広島東洋カープも、今回のドラフトは成功してますね。

小園海斗(報徳学園)を抽選で穫れたのは大きい。彼は、今のレギュラー・田中広輔の後継者として内野の要になれる選手です。カープらしい先を見越した指名ですね。
今は野手陣が充実していますから、2位で即戦力の大卒選手(島内颯太郎/九州共立大)を穫ったのも、チーム戦略に適した指名です。

広島は、2016年〜18年、セ・リーグでは巨人以外初のリーグ3連覇を果たした。

日本シリーズ出場は逃しましたが、10年ぶりの優勝を飾った埼玉西武ライオンズもいい補強をしました。

打線は12球団一と言ってもいいくらいの破壊力を持つ一方で、弱点となっているが投手陣。今回は、その弱点を補う投手中心の指名をしました。1回目の選択は、11球団が高卒野手を指名するなかで、唯一大卒の即戦力投手(松本航/日本体育大)を指名。2位以下でも3人の投手を指名しています。

チームの現状と将来を見据えて、バランスのいい補強をしました。このチームも、育成システムがしっかりしているという自信がありますから、ドラフトの指名傾向にブレがありません。

ライオンズは、今季10年ぶりのリーグ優勝だったが、その間、6回はAクラスだった。

昨年、下克上で日本シリーズに出場した横浜DeNAベイスターズの穫り方はいいですね。好きな穫り方です。

ここ数年、ゲームを作れる投手を上位で穫るという方針がはっきりしています。今回も1位(上茶谷大河/東洋大)と3位(大貫晋一/新日鉄住金鹿島)は即戦力投手でした。

ただ、チームがDeNAになってまだ間もないせいか、二軍での育成の方法が確立していない。筒香嘉智以降、中心打者となれる選手が育っていません。

ドラフトを見ればわかるように、チーム戦略ははっきりしていますから、これから二軍の指導陣が整っていけば、強くなると思います。

ベイスターズは、昨季19年ぶりに日本シリーズ出場を果たした。

ドラフトの目玉であった根尾を指名できた中日ドラゴンズは、予想以上の成果だったんじゃないでしょうか。2位(梅津晃大/東洋大)と3位(勝野昌慶/三菱重工名古屋)も即戦力のいい投手が穫れました。

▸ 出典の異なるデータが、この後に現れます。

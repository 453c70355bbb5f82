import { addDays as addDaysToDate, differenceInCalendarDays, formatISO, parseISO } from 'date-fns';

/**
 * Calendar days are ISO 8601 texts `YYYY-MM-DD`. They have no time zone: both ends of a sum are read and written in the
 * same zone, so the answer is a day again wherever it runs.
 */
export type IsoDay = string;

const asDate = (day: IsoDay): Date => parseISO(day);
const asDay = (date: Date): IsoDay => formatISO(date, { representation: 'date' });

export const addDays = (day: IsoDay, count: number): IsoDay => asDay(addDaysToDate(asDate(day), count));

/** Days from `from` to `to`; negative when `to` is earlier. */
export const daysBetween = (from: IsoDay, to: IsoDay): number => differenceInCalendarDays(asDate(to), asDate(from));

const WEEKDAYS = ['Sunday', 'Monday', 'Tuesday', 'Wednesday', 'Thursday', 'Friday', 'Saturday'] as const;
const MONTHS = [
  'January',
  'February',
  'March',
  'April',
  'May',
  'June',
  'July',
  'August',
  'September',
  'October',
  'November',
  'December',
] as const;

const parts = (day: IsoDay): { weekday: string; date: number; month: string; year: number } => {
  const date = asDate(day);
  return {
    weekday: WEEKDAYS[date.getDay()] ?? '',
    date: date.getDate(),
    month: MONTHS[date.getMonth()] ?? '',
    year: date.getFullYear(),
  };
};

/** "Thursday 12 March". */
export function weekdayDayMonth(day: IsoDay): string {
  const { weekday, date, month } = parts(day);
  return `${weekday} ${date} ${month}`;
}

/** "Thu 12 Mar". */
export function shortDay(day: IsoDay): string {
  const { weekday, date, month } = parts(day);
  return `${weekday.slice(0, 3)} ${date} ${month.slice(0, 3)}`;
}

/** "12 March 2026". */
export function dayMonthYear(day: IsoDay): string {
  const { date, month, year } = parts(day);
  return `${date} ${month} ${year}`;
}

/** "13–20 April", or "28 April – 3 May" over a month's end. */
export function dayRange(from: IsoDay, to: IsoDay): string {
  const start = parts(from);
  const end = parts(to);
  if (from === to) return `${start.date} ${start.month}`;
  if (start.month === end.month && start.year === end.year) return `${start.date}–${end.date} ${end.month}`;
  return `${start.date} ${start.month} – ${end.date} ${end.month}`;
}

const counted = (count: number, one: string): string => `${count} ${count === 1 ? one : `${one}s`}`;

/** "today", "tomorrow", "in 3 days", "2 weeks ago". */
export function relativeDay(day: IsoDay, today: IsoDay): string {
  const days = daysBetween(today, day);
  if (days === 0) return 'today';
  if (days === 1) return 'tomorrow';
  if (days === -1) return 'yesterday';
  const size = Math.abs(days);
  const span = size < 14 ? counted(size, 'day') : counted(Math.round(size / 7), 'week');
  return days > 0 ? `in ${span}` : `${span} ago`;
}

/** Monday to Friday. */
export function isWorkingDay(day: IsoDay): boolean {
  const weekday = asDate(day).getDay();
  return weekday !== 0 && weekday !== 6;
}
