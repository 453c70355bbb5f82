/** How a length is written. The inch is 25.4 mm exactly (international yard and pound agreement, 1959). */
export type LengthUnit = 'mm' | 'inch' | 'inch-fraction';

export const MM_PER_INCH = 25.4;

export type LengthReading =
  | { ok: true; valueMm: number; unit: LengthUnit }
  | { ok: false; reason: 'empty' | 'unreadable' | 'ambiguous' | 'not-positive' | 'zero-denominator'; message: string };

const MARK = /\s*(mm|millimetres?|millimeters?|in|inch|inches|"|″|'')\.?$/i;
const DECIMAL = /^\d+(?:[.,]\d+)?$|^[.,]\d+$/;
const MIXED = /^(?:(\d+)[\s-]+)?(\d+)\s*[/⁄]\s*(\d+)$/;

const refuse = (reason: Extract<LengthReading, { ok: false }>['reason'], message: string): LengthReading => ({
  ok: false,
  reason,
  message,
});

/**
 * Reads a typed length: millimetres (`31.957`, `31,957 mm`), decimal inches (`1.2582 in`, `1.2582"`) or fractions
 * (`1 1/4`, `1-17/64 in`, `63/64"`). A mark in the text wins over `unitHint`, and a fraction is inches in any case.
 *
 * @param unitHint unit of a bare number
 * @returns the value in mm with the unit it was written in, or why it cannot be read
 */
export function parseLength(typed: string, unitHint: LengthUnit = 'mm'): LengthReading {
  const text = typed.trim();
  if (text === '') return refuse('empty', 'Type a reading');
  const mark = MARK.exec(text)?.[1]?.toLowerCase();
  const bare = text.replace(MARK, '').trim();
  if (/^[-−]/.test(bare)) return refuse('not-positive', 'A length is above zero');
  const fraction = MIXED.exec(bare);
  if (fraction) {
    if (mark?.startsWith('m')) return refuse('unreadable', `${typed.trim()} is a fraction in mm; fractions are inches`);
    const [, whole = '0', over = '0', under = '0'] = fraction;
    if (Number(under) === 0) return refuse('zero-denominator', 'A fraction cannot be over zero');
    return positive((Number(whole) + Number(over) / Number(under)) * MM_PER_INCH, 'inch-fraction');
  }
  if (/[.,].*[.,]/.test(bare))
    return refuse('ambiguous', `${typed.trim()} can be read two ways; write one point or comma`);
  if (!DECIMAL.test(bare))
    return refuse('unreadable', `${typed.trim()} is not a length; write 31.95, 1.258 in or 1 17/64`);
  const unit: LengthUnit =
    mark === undefined ? (unitHint === 'inch-fraction' ? 'inch' : unitHint) : mark.startsWith('m') ? 'mm' : 'inch';
  const value = Number(bare.replace(',', '.'));
  return positive(unit === 'mm' ? value : value * MM_PER_INCH, unit);
}

const positive = (valueMm: number, unit: LengthUnit): LengthReading => {
  if (!Number.isFinite(valueMm))
    return refuse('unreadable', 'That is too long to be a length; write 31.95, 1.258 in or 1 17/64');
  return valueMm > 0 ? { ok: true, valueMm, unit } : refuse('not-positive', 'A length is above zero');
};

/**
 * True when a reading is so far from the nominal size that a unit was mixed up (inch for mm, um for mm): more than twice
 * or less than half of it.
 */
export const looksLikeUnitMixUp = (valueMm: number, nominalMm: number): boolean =>
  valueMm > nominalMm * 2 || valueMm < nominalMm / 2;

const MINUS = '−';
const withSign = (value: number, digits: number): string => {
  const text = Math.abs(value).toFixed(digits);
  return value < 0 && Number(text) !== 0 ? `${MINUS}${text}` : text;
};

/** "31.957 mm". */
export const formatMm = (valueMm: number, digits = 3): string => `${withSign(valueMm, digits)} mm`;

/** "−43 µm". */
export const formatUm = (valueUm: number, digits = 0): string => `${withSign(valueUm, digits)} µm`;

const gcd = (one: number, other: number): number => (other === 0 ? one : gcd(other, one % other));

/** The nearest fraction of an inch over `denominator`, and how far it is from the value. */
export function nearestFraction(valueMm: number, denominator = 64): { text: string; errorUm: number } {
  const steps = Math.round((valueMm / MM_PER_INCH) * denominator);
  const whole = Math.floor(steps / denominator);
  const rest = steps % denominator;
  const shrink = gcd(rest, denominator) || 1;
  const fraction = rest === 0 ? '' : `${rest / shrink}/${denominator / shrink}`;
  const text = [whole > 0 || fraction === '' ? String(whole) : '', fraction].filter(Boolean).join(' ');
  return { text: `${text} in`, errorUm: (valueMm - (steps / denominator) * MM_PER_INCH) * 1000 };
}

/** A length in the reader's unit. A fraction that is not exact says so with its error. */
export function formatLength(valueMm: number, unit: LengthUnit): string {
  if (unit === 'mm') return formatMm(valueMm);
  if (unit === 'inch') return `${(valueMm / MM_PER_INCH).toFixed(4)} in`;
  const { text, errorUm } = nearestFraction(valueMm);
  return Math.abs(errorUm) < 0.5 ? text : `${text} ${errorUm > 0 ? '+' : MINUS} ${Math.abs(errorUm).toFixed(0)} µm`;
}

/** A clearance or a removal in the reader's unit; nobody reads such small ones in fractions, so they are decimal inches there too. */
export const formatDifference = (valueUm: number, unit: LengthUnit, digitsOfMm = 3): string =>
  unit === 'mm' ? formatMm(valueUm / 1000, digitsOfMm) : `${withSign(valueUm / 1000 / MM_PER_INCH, digitsOfMm + 1)} in`;
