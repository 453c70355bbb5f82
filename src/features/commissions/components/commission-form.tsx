import { useState } from 'react';
import { createCommission, updateCommission, type CommissionView } from '../../../../shared/contracts/commissions.ts';
import {
  COMMISSION_STATES,
  CURRENCIES,
  type CommissionState,
  type Currency,
} from '../../../../shared/contracts/vocabulary.ts';
import { MINOR_DIGITS } from '../../../../shared/units/money.ts';
import { EditFormFoot } from '../../../components/edit-form-foot.tsx';
import { FormFrame } from '../../../components/form-frame.tsx';
import { ProblemNotice } from '../../../components/problem-notice.tsx';
import { Button } from '../../../components/ui/button.tsx';
import { Checkbox } from '../../../components/ui/checkbox.tsx';
import { DateInput } from '../../../components/ui/date-input.tsx';
import { Field } from '../../../components/ui/field.tsx';
import { Select } from '../../../components/ui/select.tsx';
import { TextArea } from '../../../components/ui/text-area.tsx';
import { TextInput } from '../../../components/ui/text-input.tsx';
import { useContractForm } from '../../../hooks/use-contract-form.ts';
import { useEditForm } from '../../../hooks/use-edit-form.ts';
import { minorFrom } from '../../../lib/figures.ts';
import { keys } from '../../../lib/query-keys.ts';
import { COMMISSION_STATE_WORDS, ROLE_WORDS } from '../../../lib/words.ts';

interface BriefValues extends Record<string, string> {
  title: string;
  brief: string;
  dateWanted: string;
  budget: string;
  currency: string;
}

const toMajor = (amountMinor: number | null | undefined, currency: string): string =>
  amountMinor === null || amountMinor === undefined
    ? ''
    : String(amountMinor / 10 ** MINOR_DIGITS[currency as Currency]);

const briefBody = (values: BriefValues) => ({
  title: values.title,
  brief: values.brief,
  dateWanted: values.dateWanted || null,
  budgetMinor: values.budget.trim() === '' ? null : minorFrom(values.budget, values.currency as Currency),
  currency: values.currency as Currency,
});

interface BriefFieldsProps {
  values: BriefValues;
  set: <K extends 'title' | 'brief' | 'dateWanted' | 'budget' | 'currency'>(name: K, value: string) => void;
  errorAt: (pointer: string) => string | undefined;
}

function BriefFields({ values, set, errorAt }: BriefFieldsProps) {
  return (
    <>
      <Field label="Name of the piece" required error={errorAt('title')}>
        <TextInput value={values.title} onChange={(event) => set('title', event.target.value)} />
      </Field>
      <Field
        label="Brief"
        hint="What it is, finish, blade, sound, switch, cell, accents"
        optional
        error={errorAt('brief')}
      >
        <TextArea value={values.brief} onChange={(event) => set('brief', event.target.value)} />
      </Field>
      <div className="grid gap-4 sm:grid-cols-3">
        <Field label="Date wanted" optional error={errorAt('dateWanted')}>
          <DateInput value={values.dateWanted} onChange={(event) => set('dateWanted', event.target.value)} />
        </Field>
        <Field label="Budget, for you and the client" optional error={errorAt('budgetMinor')}>
          <TextInput
            inputMode="decimal"
            value={values.budget}
            onChange={(event) => set('budget', event.target.value)}
          />
        </Field>
        <Field label="Currency">
          <Select value={values.currency} onChange={(event) => set('currency', event.target.value)}>
            {CURRENCIES.map((currency) => (
              <option key={currency}>{currency}</option>
            ))}
          </Select>
        </Field>
      </div>
    </>
  );
}

export function NewCommissionForm({
  shops,
  onMade,
}: {
  shops: readonly { shopId: string; name: string }[];
  onMade: (commissionId: string) => void;
}) {
  const [leadShopId, setLeadShopId] = useState(shops[0]?.shopId ?? '');
  const [also, setAlso] = useState<readonly ('maker' | 'finisher' | 'installer')[]>([]);
  const form = useContractForm(createCommission, {
    name: 'new-commission',
    initial: { title: '', brief: '', dateWanted: '', budget: '', currency: 'EUR' },
    toInput: (values) => ({ body: { leadShopId, alsoRoles: [...also], ...briefBody(values) } }),
    stale: () => [keys.commissions.lists(), keys.bench()],
    onDone: (made) => onMade(made.id),
  });
  return (
    <FormFrame form={form} className="max-w-words">
      <Field label="Lead shop" hint="It holds the contract with the client">
        <Select value={leadShopId} onChange={(event) => setLeadShopId(event.target.value)}>
          {shops.map((shop) => (
            <option key={shop.shopId} value={shop.shopId}>
              {shop.name}
            </option>
          ))}
        </Select>
      </Field>
      <fieldset className="grid gap-2">
        <legend className="font-semibold">Your shop is also</legend>
        {(['maker', 'finisher', 'installer'] as const).map((role) => (
          <Checkbox
            key={role}
            label={ROLE_WORDS[role]}
            checked={also.includes(role)}
            onChange={(event) => setAlso(event.target.checked ? [...also, role] : also.filter((one) => one !== role))}
          />
        ))}
      </fieldset>
      <BriefFields values={form.values} set={form.set} errorAt={form.errorAt} />
      <div className="flex flex-wrap items-center gap-3">
        <Button type="submit" busy={form.act.pending}>
          Open the commission
        </Button>
        {form.isDraft && <span className="text-note text-lead-grey">draft kept</span>}
      </div>
      <ProblemNotice problem={form.act.problem} />
    </FormFrame>
  );
}

export function EditCommissionForm({ commission }: { commission: CommissionView }) {
  const currencyOf = (record: CommissionView): string => record.currency ?? 'EUR';
  const form = useEditForm(updateCommission, {
    name: `commission-${commission.id}`,
    record: commission,
    toValues: (record: CommissionView): BriefValues & { state: string } => ({
      title: record.title,
      brief: record.brief ?? '',
      dateWanted: record.dateWanted ?? '',
      budget: toMajor(record.budgetMinor, currencyOf(record)),
      currency: currencyOf(record),
      state: record.state,
    }),
    toInput: (values, revision) => ({
      params: { commissionId: commission.id },
      body: { revision, ...briefBody(values), state: values.state as CommissionState },
    }),
    edited: [
      { name: 'title', label: 'Name' },
      { name: 'brief', label: 'Brief' },
      { name: 'dateWanted', label: 'Date wanted' },
      { name: 'budget', label: 'Budget' },
      { name: 'currency', label: 'Currency' },
      { name: 'state', label: 'State', words: (state) => COMMISSION_STATE_WORDS[state as CommissionState] },
    ],
    stale: () => [keys.commission(commission.id), keys.commissions.lists()],
  });
  return (
    <FormFrame form={form} className="max-w-words">
      <BriefFields values={form.values} set={form.set} errorAt={form.errorAt} />
      <Field label="State" error={form.errorAt('state')}>
        <Select value={form.values.state} onChange={(event) => form.set('state', event.target.value)}>
          {COMMISSION_STATES.map((state) => (
            <option key={state} value={state}>
              {COMMISSION_STATE_WORDS[state]}
            </option>
          ))}
        </Select>
      </Field>
      <EditFormFoot form={form} save="Save the changes" />
    </FormFrame>
  );
}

ドラゴンズは、落合監督が退いて、2013年から6年連続でBクラスに低迷していますが、このチームの弱点は、フロントとチームの首脳陣の間の指令系統がよく見えなくて、現場が混乱するということがあります。長くチームを支えてくれそうな選手を穫れた訳ですから、これを復活のきっかけにしてほしいですね。

ドラゴンズは、2013年から5年連続Bクラスが続いている。